PROBLEM TO SOLVE: Within the data below, count the lines that include the word "append". Provide the number and nothing further.

---*---

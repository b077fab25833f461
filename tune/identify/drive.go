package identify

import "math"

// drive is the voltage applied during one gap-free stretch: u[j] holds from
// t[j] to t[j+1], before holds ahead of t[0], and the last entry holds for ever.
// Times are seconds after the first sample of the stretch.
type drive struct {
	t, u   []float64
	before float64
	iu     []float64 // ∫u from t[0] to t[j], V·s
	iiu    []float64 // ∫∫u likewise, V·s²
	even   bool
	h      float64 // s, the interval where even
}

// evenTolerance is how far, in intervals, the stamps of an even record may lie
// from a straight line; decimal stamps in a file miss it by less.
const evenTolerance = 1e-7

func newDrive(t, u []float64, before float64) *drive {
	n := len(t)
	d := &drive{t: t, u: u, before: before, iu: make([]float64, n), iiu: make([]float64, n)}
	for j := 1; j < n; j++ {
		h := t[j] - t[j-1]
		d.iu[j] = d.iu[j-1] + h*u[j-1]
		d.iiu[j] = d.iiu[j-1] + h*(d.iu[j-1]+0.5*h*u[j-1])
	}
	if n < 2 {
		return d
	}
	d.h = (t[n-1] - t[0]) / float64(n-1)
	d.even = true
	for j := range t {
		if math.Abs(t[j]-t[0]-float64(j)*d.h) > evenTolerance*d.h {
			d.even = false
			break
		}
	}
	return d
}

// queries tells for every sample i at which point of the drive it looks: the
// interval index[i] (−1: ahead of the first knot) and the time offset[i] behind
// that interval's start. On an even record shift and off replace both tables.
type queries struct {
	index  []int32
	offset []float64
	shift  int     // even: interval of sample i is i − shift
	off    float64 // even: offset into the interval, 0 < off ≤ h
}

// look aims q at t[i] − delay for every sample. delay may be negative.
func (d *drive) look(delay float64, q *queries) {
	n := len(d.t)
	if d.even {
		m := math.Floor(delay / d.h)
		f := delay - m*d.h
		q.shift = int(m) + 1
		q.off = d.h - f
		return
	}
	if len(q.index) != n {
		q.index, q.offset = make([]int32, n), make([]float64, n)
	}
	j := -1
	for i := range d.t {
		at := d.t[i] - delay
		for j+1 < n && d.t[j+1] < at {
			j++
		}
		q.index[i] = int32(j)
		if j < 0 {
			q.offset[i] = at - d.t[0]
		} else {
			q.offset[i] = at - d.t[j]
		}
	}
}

---*---

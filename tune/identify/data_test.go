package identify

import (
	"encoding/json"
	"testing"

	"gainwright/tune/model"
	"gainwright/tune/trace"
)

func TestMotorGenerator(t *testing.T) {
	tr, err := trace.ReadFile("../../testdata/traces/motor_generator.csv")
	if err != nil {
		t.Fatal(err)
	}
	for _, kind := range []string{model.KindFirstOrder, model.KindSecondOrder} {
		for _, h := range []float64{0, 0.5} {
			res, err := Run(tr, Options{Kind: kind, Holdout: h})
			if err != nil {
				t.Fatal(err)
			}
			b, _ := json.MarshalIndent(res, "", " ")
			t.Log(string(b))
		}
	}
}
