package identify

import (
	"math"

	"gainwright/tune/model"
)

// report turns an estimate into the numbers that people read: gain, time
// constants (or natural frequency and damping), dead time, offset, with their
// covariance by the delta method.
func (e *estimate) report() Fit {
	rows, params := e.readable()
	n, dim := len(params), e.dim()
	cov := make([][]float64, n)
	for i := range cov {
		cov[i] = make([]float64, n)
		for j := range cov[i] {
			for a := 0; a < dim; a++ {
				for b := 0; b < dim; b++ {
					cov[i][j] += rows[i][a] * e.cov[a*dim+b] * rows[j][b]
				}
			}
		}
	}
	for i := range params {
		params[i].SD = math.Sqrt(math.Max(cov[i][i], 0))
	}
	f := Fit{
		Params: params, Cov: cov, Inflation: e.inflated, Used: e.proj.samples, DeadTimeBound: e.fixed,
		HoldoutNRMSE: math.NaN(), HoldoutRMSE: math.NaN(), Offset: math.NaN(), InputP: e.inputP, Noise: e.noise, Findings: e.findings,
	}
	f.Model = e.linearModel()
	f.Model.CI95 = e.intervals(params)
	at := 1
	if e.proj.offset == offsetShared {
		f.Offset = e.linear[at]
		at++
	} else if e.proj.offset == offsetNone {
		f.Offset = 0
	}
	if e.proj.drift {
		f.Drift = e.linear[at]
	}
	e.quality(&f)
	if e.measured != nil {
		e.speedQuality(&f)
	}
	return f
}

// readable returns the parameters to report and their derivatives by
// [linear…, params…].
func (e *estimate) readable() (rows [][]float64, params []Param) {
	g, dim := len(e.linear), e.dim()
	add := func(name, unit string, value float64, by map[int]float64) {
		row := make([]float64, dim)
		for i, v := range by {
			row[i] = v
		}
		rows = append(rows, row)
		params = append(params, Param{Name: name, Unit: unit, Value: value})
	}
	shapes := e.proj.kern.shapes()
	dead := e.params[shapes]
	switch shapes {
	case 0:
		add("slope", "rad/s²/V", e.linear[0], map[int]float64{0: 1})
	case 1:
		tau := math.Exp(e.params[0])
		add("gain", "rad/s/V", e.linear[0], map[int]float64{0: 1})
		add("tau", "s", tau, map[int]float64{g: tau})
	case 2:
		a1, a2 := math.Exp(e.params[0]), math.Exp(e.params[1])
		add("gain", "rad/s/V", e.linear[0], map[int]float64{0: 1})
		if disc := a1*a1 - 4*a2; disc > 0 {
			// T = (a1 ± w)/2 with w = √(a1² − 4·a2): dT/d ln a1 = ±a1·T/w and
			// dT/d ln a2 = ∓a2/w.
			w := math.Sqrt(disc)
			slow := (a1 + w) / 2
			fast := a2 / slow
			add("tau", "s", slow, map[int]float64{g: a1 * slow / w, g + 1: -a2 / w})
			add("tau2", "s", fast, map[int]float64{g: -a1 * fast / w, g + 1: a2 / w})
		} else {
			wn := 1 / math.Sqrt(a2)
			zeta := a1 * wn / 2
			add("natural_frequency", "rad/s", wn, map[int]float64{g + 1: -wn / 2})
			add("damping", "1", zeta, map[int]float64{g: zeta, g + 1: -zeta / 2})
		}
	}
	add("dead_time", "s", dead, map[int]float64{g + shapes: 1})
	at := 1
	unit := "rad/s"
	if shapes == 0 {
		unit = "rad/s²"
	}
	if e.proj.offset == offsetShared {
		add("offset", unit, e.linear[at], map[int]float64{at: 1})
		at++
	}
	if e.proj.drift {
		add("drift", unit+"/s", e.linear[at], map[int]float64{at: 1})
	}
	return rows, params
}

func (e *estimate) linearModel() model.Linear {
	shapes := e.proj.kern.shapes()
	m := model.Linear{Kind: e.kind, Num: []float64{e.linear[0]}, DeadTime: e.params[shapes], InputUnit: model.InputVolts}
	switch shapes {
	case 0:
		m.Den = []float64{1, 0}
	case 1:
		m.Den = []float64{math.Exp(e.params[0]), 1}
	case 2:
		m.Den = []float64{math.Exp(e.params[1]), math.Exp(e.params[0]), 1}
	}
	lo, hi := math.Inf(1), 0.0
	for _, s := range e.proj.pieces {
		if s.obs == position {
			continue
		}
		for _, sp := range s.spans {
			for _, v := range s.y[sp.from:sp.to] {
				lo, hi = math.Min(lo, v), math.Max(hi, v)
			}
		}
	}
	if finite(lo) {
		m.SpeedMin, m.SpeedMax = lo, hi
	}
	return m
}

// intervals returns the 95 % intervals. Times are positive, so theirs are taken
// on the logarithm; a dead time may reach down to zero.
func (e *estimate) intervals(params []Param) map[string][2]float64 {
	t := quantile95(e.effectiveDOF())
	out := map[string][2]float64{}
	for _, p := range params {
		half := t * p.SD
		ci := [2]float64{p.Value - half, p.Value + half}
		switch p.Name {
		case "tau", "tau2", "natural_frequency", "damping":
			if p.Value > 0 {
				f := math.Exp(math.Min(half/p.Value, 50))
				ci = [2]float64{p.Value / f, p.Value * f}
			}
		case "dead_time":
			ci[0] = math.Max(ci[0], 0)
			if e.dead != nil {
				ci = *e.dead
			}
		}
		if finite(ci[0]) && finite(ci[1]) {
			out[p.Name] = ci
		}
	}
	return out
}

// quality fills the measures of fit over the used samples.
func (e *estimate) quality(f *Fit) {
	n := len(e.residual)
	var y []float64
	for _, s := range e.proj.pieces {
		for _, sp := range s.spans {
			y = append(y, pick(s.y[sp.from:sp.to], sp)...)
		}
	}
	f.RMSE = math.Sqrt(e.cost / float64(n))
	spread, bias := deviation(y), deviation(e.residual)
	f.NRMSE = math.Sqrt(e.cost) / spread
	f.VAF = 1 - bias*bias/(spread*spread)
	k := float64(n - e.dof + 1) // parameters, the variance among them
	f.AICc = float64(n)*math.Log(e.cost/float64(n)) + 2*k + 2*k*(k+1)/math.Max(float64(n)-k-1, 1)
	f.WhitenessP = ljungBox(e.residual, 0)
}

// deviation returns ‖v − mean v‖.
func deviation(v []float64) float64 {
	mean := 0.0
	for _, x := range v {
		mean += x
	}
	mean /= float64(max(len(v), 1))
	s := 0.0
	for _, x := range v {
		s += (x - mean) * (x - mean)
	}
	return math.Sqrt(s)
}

---*---

ANSWER FOR THE TASK: 3